All these functions assume characters to be class function objects as described in Chapter Class Functions, lists of character values are not allowed.

The usual property tests of GAP that return either true or false are not sufficient for us. When we ask whether a group character c has a certain property, such as quasiprimitivity, we usually want more information than just yes or no. Often we are interested in the reason why a group character c was proved to have a certain property, e.g., whether monomiality of c was proved by the observation that the underlying group is nilpotent, or whether it was necessary to construct a linear character of a subgroup from which c can be induced. In the latter case we also may be interested in this linear character. Therefore we need test functions that return a record containing such useful information. For example, the record returned by the function TestQuasiPrimitive (see TestQuasiPrimitive) contains the component isQuasiPrimitive (which is the known boolean property flag), and additionally the component comment, a string telling the reason for the value of the isQuasiPrimitive component, and in the case that the argument c was not quasiprimitive also the component character, which is an irreducible constituent of a nonhomogeneous restriction of c to a normal subgroup. Besides these test functions there are also the known properties, e.g., the property IsQuasiPrimitive which will call the attribute TestQuasiPrimitive, and return the value of the isQuasiPrimitive component of the result.

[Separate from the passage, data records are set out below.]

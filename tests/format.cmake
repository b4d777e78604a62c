# Every C++ file is formatted as .clang-format says.
file(GLOB_RECURSE files ${ROOT}/fem/*.h ${ROOT}/fem/*.cpp ${ROOT}/loads/*.h ${ROOT}/loads/*.cpp
     ${ROOT}/models/*.h ${ROOT}/models/*.cpp ${ROOT}/cli/*.h ${ROOT}/cli/*.cpp ${ROOT}/tests/*.h ${ROOT}/tests/*.cpp)
execute_process(COMMAND ${CLANG_FORMAT} --dry-run --Werror ${files} RESULT_VARIABLE result ERROR_VARIABLE text)
if(result)
  message(SEND_ERROR "Not formatted (clang-format -i FILE mends it):\n${text}")
endif()
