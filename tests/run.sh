#!/usr/bin/env bash
# Installs what is missing, builds everything and runs the tests. Arguments go to ctest (e.g. -R "torsion").
set -eu
here=$(cd "$(dirname "$0")/.." && pwd)
bash "$here/cli/setup.sh" catch2 clang-format libxml2-utils chromium
mkdir -p "$here/build"
cmake -S "$here" -B "$here/build" -DCMAKE_BUILD_TYPE=Release -DFOCALFRAME_TESTS=ON > "$here/build/setup.log" 2>&1 ||
  { cat "$here/build/setup.log"; exit 1; }
echo "Building program and tests (a quarter of an hour on two cores the first time) ..."
cmake --build "$here/build" --parallel "$(nproc)" > "$here/build/build.log" 2>&1 ||
  { grep -E "error|Error" -A4 "$here/build/build.log" | head -60; exit 1; }
ctest --test-dir "$here/build" --output-on-failure --parallel "$(nproc)" "$@"
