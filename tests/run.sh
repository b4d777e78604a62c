#!/usr/bin/env bash
# Installs what is missing, builds everything and runs the tests. Arguments go to ctest (e.g. -R "torsion").
set -eu
here=$(cd "$(dirname "$0")/.." && pwd)
bash "$here/cli/setup.sh" catch2 clang-format libxml2-utils
cmake -S "$here" -B "$here/build-tests" -DCMAKE_BUILD_TYPE=Release -DCMAKE_CXX_FLAGS_RELEASE="-O1"  > /dev/null
echo "Building the tests (some minutes the first time) ..."
cmake --build "$here/build-tests" --parallel "$(nproc)" > "$here/build-tests/build.log" 2>&1 ||
  { grep -E "error|Error" -A4 "$here/build-tests/build.log" | head -60; exit 1; }
ctest --test-dir "$here/build-tests" --output-on-failure --parallel "$(nproc)" "$@"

A few words about how to use the monomiality functions seem to be necessary. Monomiality questions usually involve computations in many subgroups and factor groups of a given group, and for these groups often expensive calculations such as that of the character table are necessary. So one should be careful not to construct the same group over and over again, instead the same group object should be reused, such that its character table need to be computed only once. For example, suppose you want to restrict a character to a normal subgroup N that was constructed as a normal closure of some group elements, and suppose that you have already computed with normal subgroups (by calls to NormalSubgroups or MaximalNormalSubgroups) and their character tables. Then you should look in the lists of known normal subgroups whether N is contained, and if so you can use the known character table. A mechanism that supports this for normal subgroups is described in Storing Normal Subgroup Information.

Also the following hint may be useful in this context. If you know that sooner or later you will compute the character table of a group G then it may be advisable to compute it as soon as possible. For example, if you need the normal subgroups of G then they can be computed more efficiently if the character table of G is known, and they can be stored compatibly to the contained G-conjugacy classes. This correspondence of classes list and normal subgroup can be used very often.

Several examples in this chapter use the symmetric group S₄ and the special linear group SL(2,3). For running the examples, you must first define the groups, for example as follows.

gap> S4:= SymmetricGroup( 4 );;  SetName( S4, "S4" );
gap> Sl23:= SL( 2, 3 );;